Sugiro que, se é preciso melhorar o atual sistema prisional brasileiro, o façamos:
1º – com a consciência de que ele deve ser não melhorado e sim superado por um sistema diferente de reeducação mais humano e positivo.
2º – Só existe gente má e perversa porque não foi suficientemente amada e respeitada. Dividir prisioneiros em de alta e de baixa periculosidade é real e tem sentido em um sistema que eles sintam sempre contra eles, mas não em uma situação na qual eles possam sentir-se chamados a ser transformados. Pode haver pessoas “especiais”, doentes, mas a maioria pode sim mudar e ser resgatada. Na segunda guerra mundial, prisioneiros que haviam cometido crimes bárbaros, ao serem convocados para lutar contra o nazismo ou defender a pátria (França ou Inglaterra) aceitaram arriscar a vida e deram o melhor de si e foram recuperados (Há vários filmes de guerra sobre isso e baseados em fatos verídicos). É claro que não estamos em guerra e precisaríamos encontrar esses desafios que pudessem estimular as pessoas humanas, mesmo as que foram mais estragadas a se redimirem.
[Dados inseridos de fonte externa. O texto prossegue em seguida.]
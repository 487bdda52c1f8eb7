import { describe, expect, it } from "vitest";
import { outlookOf } from "../../../stdlib/forecast/outlook.ts";
import { pathAt } from "../../../stdlib/forecast/paths.ts";
import type { Predictive } from "../../../stdlib/forecast/predictive.ts";
import { redoValue, undoValue, type UndoStep } from "../../../stdlib/forecast/undo.ts";
import { cases } from "./reference.ts";

const one = (mean: number, sd: number): Predictive => ({ mean: Float64Array.of(mean), covariance: () => Float64Array.of(sd * sd), se: Float64Array.of(sd) });
const step = (lambda: number): UndoStep => (lambda === 0 ? { undo: "exp" } : { undo: "boxCox", lambda });

describe("back to data units by reference (R 4.2.2, scipy quadrature; see test/reference)", () => {
  type Inputs = { lambda: number; forecast?: { mean: number; sd: number } };
  type Out = { backMedian: number; backLower95: number; backUpper95: number; backMeanExact: number };
  it.each(cases<Inputs, Out>("boxcox", "boxcox").filter((c) => c.inputs.forecast))("$id", (c) => {
    const { mean, sd } = c.inputs.forecast!, found = outlookOf(one(mean, sd), [step(c.inputs.lambda)], 1), near = (a: number, b: number, rel: number) => expect(Math.abs(a / b - 1)).toBeLessThanOrEqual(rel);
    near(found.median[0], c.expected.backMedian, 1e-9);
    near(found.quantile(0.025)[0], c.expected.backLower95, 1e-9);
    near(found.quantile(0.975)[0], c.expected.backUpper95, 1e-9);
    near(found.mean[0], c.expected.backMeanExact, 1e-8);
  });
});

describe("an outlook by law", () => {
  const steps: UndoStep[] = [{ undo: "exp" }, { undo: "affine", add: Float64Array.of(3, -1), times: Float64Array.of(2, 0.5) }];
  const two: Predictive = { mean: Float64Array.of(1, 1.5), covariance: () => Float64Array.of(0.04, 0.03, 0.03, 0.09), se: Float64Array.of(0.2, 0.3) };
  it("undoing and redoing a step is the identity", () => {
    for (const lambda of [-0.5, 0, 0.3, 1, 2]) expect(redoValue([step(lambda)], 0, undoValue([step(lambda)], 0, 0.7))).toBeCloseTo(0.7, 12);
    expect(redoValue(steps, 1, undoValue(steps, 1, 0.7))).toBeCloseTo(0.7, 12);
  });
  it("moments of sample paths agree with the exact ones, covariance included, within sampling error", () => {
    const o = outlookOf(two, steps, 1), drawn = o.paths(40_000, 5), n = drawn.count, paths = Array.from({ length: n }, (_, i) => pathAt(drawn, i)), c = o.covariance()!;
    const mean = [0, 1].map((h) => paths.reduce((s, p) => s + p[h], 0) / n);
    mean.forEach((m, h) => expect(Math.abs(m - o.mean[h])).toBeLessThan(4 * o.sd[h] / Math.sqrt(n)));
    const cross = paths.reduce((s, p) => s + (p[0] - mean[0]) * (p[1] - mean[1]), 0) / n;
    expect(Math.abs(cross - c[1])).toBeLessThan(4 * Math.sqrt((c[0] * c[3] + c[1] ** 2) * 1.5 / n));
    expect(Math.sqrt(c[3])).toBeCloseTo(o.sd[1], 12);
  });
  it("probabilities and quantiles are each other's inverse, also where the scale turns over", () => {
    for (const sign of [1, -1]) {
      const o = outlookOf(two, [{ undo: "exp" }, { undo: "affine", add: Float64Array.of(0, 0), times: Float64Array.of(sign, sign) }], 1);
      for (const p of [0.05, 0.5, 0.9]) expect(1 - o.above(1, o.quantile(p)[1])).toBeCloseTo(p, 10);
      expect(o.quantile(0.9)[0]).toBeGreaterThan(o.quantile(0.1)[0]);
    }
  });
  it("a difference under a log is undone path by path: the sum of draws", () => {
    const o = outlookOf(two, [{ undo: "exp" }, { undo: "difference", lag: 1, tail: Float64Array.of(10) }], 1), direct = outlookOf(two, [{ undo: "exp" }], 1);
    expect(o.mean[0]).toBeCloseTo(10 + direct.mean[0], 1);
    expect(Math.abs(o.mean[1] - (10 + direct.mean[0] + direct.mean[1]))).toBeLessThan(0.1);
  });
  it("a difference of normal things stays normal, with the right covariance", () => {
    const o = outlookOf(two, [{ undo: "difference", lag: 1, tail: Float64Array.of(10) }], 1);
    expect(o.normal).toBe(true);
    expect(o.mean).toEqual(Float64Array.of(11, 12.5));
    expect(o.sd[1] ** 2).toBeCloseTo(0.04 + 0.09 + 2 * 0.03, 12);
  });
  it("the CRPS of a Box-Cox outlook with lambda 1 is the normal's", () => {
    const a = outlookOf(one(5, 2), [{ undo: "boxCox", lambda: 1 }], 1), b = outlookOf(one(6, 2), [], 1);
    for (const y of [4, 6, 9]) expect(a.crps(0, y)).toBeCloseTo(b.crps(0, y), 3);
  });
});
Nesse sentido, me desculpem de insistir na mudança fundamental do conceito de justiça punitiva para o de justiça restaurativa.
A justiça punitiva tem como ponto central definir o culpado e dar a sentença punitiva. A justiça restaurativa visa acima de tudo resolver o conflito aberto pelo crime ou pela infração da lei. A justiça punitiva fica presa ao passado. A justiça restaurativa pensa no futuro. Enquanto a punição foca tudo no ofensor, no criminoso, a justiça restaurativa procura o bem comum e tenta restabelecer ou compensar o dano sofrido, ou ao menos, o que for possível. Um roubo pode ser restituído. Uma vida tirada não pode ser retomada, mas a responsabilidade pela viúva que ficou na miséria, a educação dos filhos que precisam ser cuidados, enfim, é possível sim forçar a possibilidade de uma responsabilização que reeduque e, na medida do possível, se restabeleça uma justiça mais profunda do que só punir. É claro que a pessoa que comete um crime deve ser responsabilizada e de alguma forma pagar por ele. O que está em questão é como operacionalizar isso.
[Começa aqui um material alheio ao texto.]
import { describe, expect, it } from "vitest";
import { fit } from "../../../stdlib/arma/fit.ts";
import { regressionCovariance } from "../../../stdlib/arma/regressionCovariance.ts";
import { forecast, forecasting } from "../../../stdlib/forecast/forecast.ts";
import { pulse } from "../../../stdlib/forecast/interventions.ts";
import { normals, seeded } from "../../../stdlib/forecast/random.ts";
import { rule } from "../../../stdlib/forecast/rules.ts";
import { makeSeries, type Series } from "../../../stdlib/series/series.ts";
import { applySteps, type Step } from "../../../stdlib/series/steps.ts";

const monthly = (name: string, start: string, values: ArrayLike<number>): Series => makeSeries({ name, unit: "t", every: "P1M", start, values });
const normal = normals(seeded(4)), noise = (sd: number, n = 72): number[] => Array.from({ length: n }, () => sd * normal());
const price = monthly("price", "2018-01", noise(1).map((e, t) => 10 + Math.sin(t / 3) + e)), rain = monthly("rain", "2018-01", noise(2));
const sales = monthly("sales", "2018-01", noise(0.5).map((e, t) => 100 - 3 * price.values[t] + rain.values[t] + e));
const ahead = (name: string, value: number, n = 6): Series => monthly(name, "2024-01", new Float64Array(n).fill(value));

describe("scenarios", () => {
  const model = fit({ series: sales, ar: 1, regressors: { price, rain } });
  const options = { horizon: 6, levels: [0.9], regressors: { rain: ahead("rain", 0) }, scenarios: { cheap: { price: ahead("price", 9) }, dear: { price: ahead("price", 11) } }, totals: [{ from: "2024-01", to: "2024-06" }, { from: "2023-07", to: "2024-06" }] };
  it("each is the forecast with its own future; the forecast's own figures are the first's", () => {
    const found = forecast(model, options), alone = forecast(model, { ...options, scenarios: undefined, regressors: { ...options.regressors, price: ahead("price", 11) } });
    expect(Object.keys(found.scenarios)).toEqual(["cheap", "dear"]);
    expect(found.scenarios.dear.bands).toEqual(alone.bands);
    expect(found.scenarios.dear.totals).toEqual(alone.totals);
    expect(found.median).toBe(found.scenarios.cheap.median);
    expect(found.scenarios.cheap.difference).toBeNull();
  });
  it("without a log a difference is the coefficient times the step, with the coefficient's own standard error and no shock in it", () => {
    const { difference } = forecast(model, options).scenarios.dear, [band] = difference!.bands;
    expect(difference!.against).toBe("cheap");
    expect(difference!.median[3]).toBeCloseTo(2 * model.beta.price, 8);
    // Standard errors come from the observed information, the band from generalised least squares: alike up to order 1 / n.
    expect((band.high[3] - band.low[3]) / (2 * 1.6448536269514722 * 2 * model.se.beta.price)).toBeCloseTo(1, 1);
    expect(difference!.totals[0].median).toBeCloseTo(12 * model.beta.price, 8);
    // One coefficient moves all months: its errors add up in full, and months that were observed add nothing.
    expect(difference!.totals[0].bands[0].high - difference!.totals[0].bands[0].low).toBeCloseTo(6 * (band.high[3] - band.low[3]), 8);
    expect(difference!.totals[1].median).toBeCloseTo(difference!.totals[0].median, 10);
  });
  it("with differences the step counts where it is taken: a future that comes back makes a difference that goes", () => {
    const levels = monthly("sales", "2018-01", sales.values.map((v, t) => v + t)), walk = fit({ series: applySteps(levels, [{ step: "difference", lag: 1 }]), ma: 1, regressors: { price } });
    const back = monthly("price", "2024-01", [11, 11, 9, 9, 9, 9]);
    const { difference } = forecast(walk, { ...options, regressors: {}, scenarios: { flat: { price: ahead("price", 9) }, back: { price: back } } }).scenarios.back;
    expect(difference!.median[1]).toBeCloseTo(2 * walk.beta.price, 8);
    expect(difference!.median[4]).toBeCloseTo(0, 8);
  });
  it("after a log it acts in proportion, and agrees with simulation from the joint distribution within sampling error", () => {
    const logs = fit({ series: applySteps(sales, [{ step: "log" } as Step]), ar: 1, regressors: { price, rain } });
    const found = forecast(logs, { ...options, levels: [0.8] }), { cheap, dear } = found.scenarios, [band] = dear.difference!.bands;
    const effect = 2 * logs.beta.price, sd = 2 * Math.sqrt(regressionCovariance(logs, ["price"])![0]), draw = normals(seeded(99)), n = 20_000;
    // By hand: level of the first scenario, lognormal, times what the uncertain effect does to it.
    const made = Float64Array.from({ length: n }, () => Math.exp(Math.log(cheap.median[0]) + cheap.se[0] * draw()) * Math.expm1(effect + sd * draw())).sort();
    const spread = made[18_000] - made[2000];
    // Standard error of a 90% quantile of 4,000 and 20,000 draws: sqrt(0.09 / n) over a density of 0.175 in standard deviations.
    expect(Math.abs(band.high[0] - made[18_000]) / (spread / 2.563)).toBeLessThan(4 * Math.sqrt(0.09 / 4000 + 0.09 / n) / 0.175);
    expect(dear.difference!.mean[0]).toBeCloseTo(dear.mean[0] - cheap.mean[0], 10);
  });
  it("simulated: the difference is taken path by path, and is much surer than two forecasts by themselves", () => {
    const found = forecast(model, { ...options, bands: "simulated" }), { cheap, dear } = found.scenarios;
    const width = (b: { low: ArrayLike<number>; high: ArrayLike<number> }) => b.high[3] - b.low[3];
    expect(dear.difference!.median[3]).toBeCloseTo(2 * model.beta.price, 0);
    expect(width(dear.difference!.bands[0])).toBeLessThan(0.7 * Math.hypot(width(cheap.bands[0]), width(dear.bands[0])));
    expect(width(dear.difference!.bands[0]) / (2 * 1.645 * 2 * model.se.beta.price)).toBeGreaterThan(0.7);
  });
  it("simulated: the sets of parameters are estimated once for all scenarios", () => {
    const slices = (scenarios: unknown) => { let n = 0; const work = forecasting(model, { ...options, regressors: { rain: ahead("rain", 0), ...(scenarios ? {} : { price: ahead("price", 9) }) }, bands: "simulated", scenarios: scenarios as never }); while (!work.next().done) n++; return n; };
    expect(slices(options.scenarios)).toBe(slices(undefined));
  });
  it("the note says from which, and that an association is taken for an effect", () => {
    expect(forecast(model, options).notes.find((n) => n.code === "scenarios")?.text).toMatch(/Differences are from cheap.*is assumed, not shown/);
  });
});

it("coefficients of regressors alone are as uncertain together as least squares says: sigma2 times the inverse of X'X", () => {
  const model = fit({ series: sales, regressors: { price, rain } }), centred = [price, rain].map(({ values }) => values.map((v) => v - values.reduce((a, b) => a + b, 0) / values.length));
  const [a, b, c] = [[0, 0], [0, 1], [1, 1]].map(([i, j]) => centred[i].reduce((sum, v, t) => sum + v * centred[j][t], 0)), determinant = a * c - b * b;
  [c / determinant, -b / determinant, -b / determinant, a / determinant].forEach((v, at) => expect(regressionCovariance(model, ["price", "rain"])![at] / (model.sigma2 * v)).toBeCloseTo(1, 9));
  expect([...regressionCovariance(fit({ series: sales, regressors: { price, rain }, hold: { beta: { rain: 1 } } }), ["rain"])!]).toEqual([0]);
});

describe("scenarios refuse, in words", () => {
  const model = fit({ series: sales, ar: 1, regressors: { price, strike: pulse("2020-03") } }), cheap = { price: ahead("price", 9) };
  it.each([
    ["a future that is too short, naming the scenario", { cheap, dear: { price: ahead("price", 11, 3) } }, "In scenario dear: Regressor price ends 2024-03; the horizon needs 2024-06"],
    ["a name that is no regressor", { cheap, dear: { cost: ahead("cost", 1) } }, "In scenario dear: cost is no regressor"],
    ["an intervention", { cheap, dear: { ...cheap, strike: ahead("strike", 1) } }, "strike is an intervention, which extends by itself"],
    ["a series in place of an object", { cheap, dear: ahead("price", 11) }, "dear is not an object of series"],
    ["one alone", { cheap }, "give two or more to set side by side"],
  ])("%s", (_what, scenarios, words) => { expect(() => forecast(model, { horizon: 6, scenarios: scenarios as never })).toThrow(words); });
  it("a rule", () => { expect(() => forecast(rule.naive(sales), { horizon: 6, scenarios: { cheap, dear: cheap } })).toThrow("naive is a rule and has no regressors"); });
});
Ouso perguntar: seria possível uma sociedade sem prisões? Isso seria uma Utopia? Ou mesmo pouco a pouco, devemos forçar nossas mentes para caminhar nessa direção de penas alternativas, de instituições educacionais e terapêuticas capazes de regenerar as pessoas.
Penso que se não acreditamos nisso, estaremos assinando uma confissão de descrédito no próprio ser humano e, para quem tem fé, no Espírito Divino.
Desculpem a conversa comprida.
 
Irmão Marcelo Barros
Monge beneditino, que já assessorou encontros regionais da Pastoral Carcerária.